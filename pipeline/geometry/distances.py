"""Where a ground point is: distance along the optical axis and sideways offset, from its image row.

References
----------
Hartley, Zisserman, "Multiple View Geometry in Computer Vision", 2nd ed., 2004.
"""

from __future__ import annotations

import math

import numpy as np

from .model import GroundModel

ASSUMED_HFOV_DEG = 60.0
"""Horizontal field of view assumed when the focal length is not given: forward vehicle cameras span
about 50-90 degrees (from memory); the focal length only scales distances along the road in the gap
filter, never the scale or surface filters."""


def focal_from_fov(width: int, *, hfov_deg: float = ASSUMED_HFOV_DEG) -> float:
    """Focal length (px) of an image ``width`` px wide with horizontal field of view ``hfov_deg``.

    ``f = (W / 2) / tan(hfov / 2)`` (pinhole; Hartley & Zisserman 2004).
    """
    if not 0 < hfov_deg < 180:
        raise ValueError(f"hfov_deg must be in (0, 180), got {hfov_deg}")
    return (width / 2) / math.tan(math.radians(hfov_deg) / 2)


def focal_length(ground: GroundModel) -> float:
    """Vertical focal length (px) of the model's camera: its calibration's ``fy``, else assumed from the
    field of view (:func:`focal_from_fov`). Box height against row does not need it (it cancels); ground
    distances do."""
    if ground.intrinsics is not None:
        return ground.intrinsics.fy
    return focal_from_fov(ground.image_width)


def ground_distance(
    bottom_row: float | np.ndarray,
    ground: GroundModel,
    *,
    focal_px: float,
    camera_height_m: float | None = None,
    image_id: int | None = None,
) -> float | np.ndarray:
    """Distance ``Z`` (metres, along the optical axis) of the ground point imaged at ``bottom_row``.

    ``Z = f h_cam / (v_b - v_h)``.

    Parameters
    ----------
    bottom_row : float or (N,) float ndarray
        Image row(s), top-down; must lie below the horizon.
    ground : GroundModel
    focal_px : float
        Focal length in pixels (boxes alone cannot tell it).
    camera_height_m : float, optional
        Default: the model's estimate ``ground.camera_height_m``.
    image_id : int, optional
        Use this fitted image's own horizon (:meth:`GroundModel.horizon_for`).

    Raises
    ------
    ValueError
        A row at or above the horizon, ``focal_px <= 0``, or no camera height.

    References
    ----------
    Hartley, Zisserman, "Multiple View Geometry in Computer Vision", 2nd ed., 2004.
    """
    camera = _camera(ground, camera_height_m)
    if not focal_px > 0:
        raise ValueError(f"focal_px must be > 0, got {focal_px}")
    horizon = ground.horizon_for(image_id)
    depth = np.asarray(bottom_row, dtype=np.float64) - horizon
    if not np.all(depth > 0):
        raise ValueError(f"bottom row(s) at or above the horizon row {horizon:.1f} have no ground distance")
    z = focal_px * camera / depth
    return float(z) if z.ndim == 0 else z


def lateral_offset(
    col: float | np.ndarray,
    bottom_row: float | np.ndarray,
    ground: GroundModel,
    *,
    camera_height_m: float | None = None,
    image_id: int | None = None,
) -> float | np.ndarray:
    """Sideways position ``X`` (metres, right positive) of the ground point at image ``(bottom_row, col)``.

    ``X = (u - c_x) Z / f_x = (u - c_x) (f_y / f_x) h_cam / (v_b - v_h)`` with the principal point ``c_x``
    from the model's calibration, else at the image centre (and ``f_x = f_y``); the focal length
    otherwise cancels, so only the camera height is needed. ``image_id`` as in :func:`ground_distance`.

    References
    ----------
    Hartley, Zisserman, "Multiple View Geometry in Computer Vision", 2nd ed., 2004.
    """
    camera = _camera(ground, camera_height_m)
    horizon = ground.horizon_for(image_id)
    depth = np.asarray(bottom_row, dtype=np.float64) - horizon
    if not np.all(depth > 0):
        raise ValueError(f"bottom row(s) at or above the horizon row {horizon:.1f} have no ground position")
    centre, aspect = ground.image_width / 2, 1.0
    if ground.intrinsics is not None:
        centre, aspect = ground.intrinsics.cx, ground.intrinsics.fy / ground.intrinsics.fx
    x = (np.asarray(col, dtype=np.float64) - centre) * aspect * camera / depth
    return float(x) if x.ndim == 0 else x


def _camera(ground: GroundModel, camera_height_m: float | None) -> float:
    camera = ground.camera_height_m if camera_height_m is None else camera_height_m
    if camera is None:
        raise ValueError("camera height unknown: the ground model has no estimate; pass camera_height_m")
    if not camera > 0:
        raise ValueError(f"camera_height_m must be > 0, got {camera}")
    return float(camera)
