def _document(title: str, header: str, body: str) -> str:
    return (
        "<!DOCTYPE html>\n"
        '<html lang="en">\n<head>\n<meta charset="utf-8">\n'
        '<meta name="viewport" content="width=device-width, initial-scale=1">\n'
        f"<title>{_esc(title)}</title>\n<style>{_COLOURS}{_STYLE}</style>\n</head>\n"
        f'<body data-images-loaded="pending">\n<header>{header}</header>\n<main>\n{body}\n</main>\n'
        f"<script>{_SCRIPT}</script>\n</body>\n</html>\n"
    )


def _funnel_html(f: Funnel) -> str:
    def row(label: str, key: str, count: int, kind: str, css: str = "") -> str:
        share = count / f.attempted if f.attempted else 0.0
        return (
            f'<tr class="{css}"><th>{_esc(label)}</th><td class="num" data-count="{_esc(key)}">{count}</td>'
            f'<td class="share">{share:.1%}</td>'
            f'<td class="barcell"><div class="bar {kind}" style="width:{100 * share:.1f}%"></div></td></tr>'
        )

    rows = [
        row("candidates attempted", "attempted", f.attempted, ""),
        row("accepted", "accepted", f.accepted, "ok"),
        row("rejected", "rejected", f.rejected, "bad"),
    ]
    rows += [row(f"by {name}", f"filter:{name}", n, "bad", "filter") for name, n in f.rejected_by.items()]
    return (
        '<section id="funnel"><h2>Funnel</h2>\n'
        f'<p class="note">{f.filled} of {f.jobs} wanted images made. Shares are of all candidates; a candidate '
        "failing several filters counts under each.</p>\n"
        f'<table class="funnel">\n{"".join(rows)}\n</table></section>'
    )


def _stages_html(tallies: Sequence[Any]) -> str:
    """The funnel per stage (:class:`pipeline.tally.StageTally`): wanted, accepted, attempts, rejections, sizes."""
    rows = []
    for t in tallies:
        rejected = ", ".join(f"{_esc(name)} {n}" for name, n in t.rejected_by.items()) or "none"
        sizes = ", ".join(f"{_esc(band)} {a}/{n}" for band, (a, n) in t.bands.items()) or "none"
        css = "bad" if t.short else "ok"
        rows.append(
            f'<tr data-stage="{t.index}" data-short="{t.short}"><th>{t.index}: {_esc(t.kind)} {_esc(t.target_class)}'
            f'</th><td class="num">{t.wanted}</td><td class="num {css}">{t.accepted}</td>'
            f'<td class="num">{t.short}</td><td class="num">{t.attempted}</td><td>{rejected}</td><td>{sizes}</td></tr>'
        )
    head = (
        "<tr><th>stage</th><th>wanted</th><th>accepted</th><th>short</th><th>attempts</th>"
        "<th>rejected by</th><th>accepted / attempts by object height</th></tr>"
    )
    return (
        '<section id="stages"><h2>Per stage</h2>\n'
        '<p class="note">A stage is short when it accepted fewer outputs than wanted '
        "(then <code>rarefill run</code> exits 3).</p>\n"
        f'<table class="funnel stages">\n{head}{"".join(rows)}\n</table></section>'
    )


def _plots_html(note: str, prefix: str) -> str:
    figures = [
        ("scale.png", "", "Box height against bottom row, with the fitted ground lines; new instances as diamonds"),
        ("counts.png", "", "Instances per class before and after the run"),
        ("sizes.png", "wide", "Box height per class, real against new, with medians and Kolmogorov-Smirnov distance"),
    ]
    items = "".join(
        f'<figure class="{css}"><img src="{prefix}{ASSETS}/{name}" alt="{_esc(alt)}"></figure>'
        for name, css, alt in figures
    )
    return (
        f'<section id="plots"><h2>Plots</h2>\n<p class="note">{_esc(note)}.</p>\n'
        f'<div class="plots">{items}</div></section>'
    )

★ ★ ★ ★ ★ ★ ★

Would you please copy every line in the data that contains the word "optional"?

▶ Response to this exercise
    camera_height_m : float, optional
    image_id : int, optional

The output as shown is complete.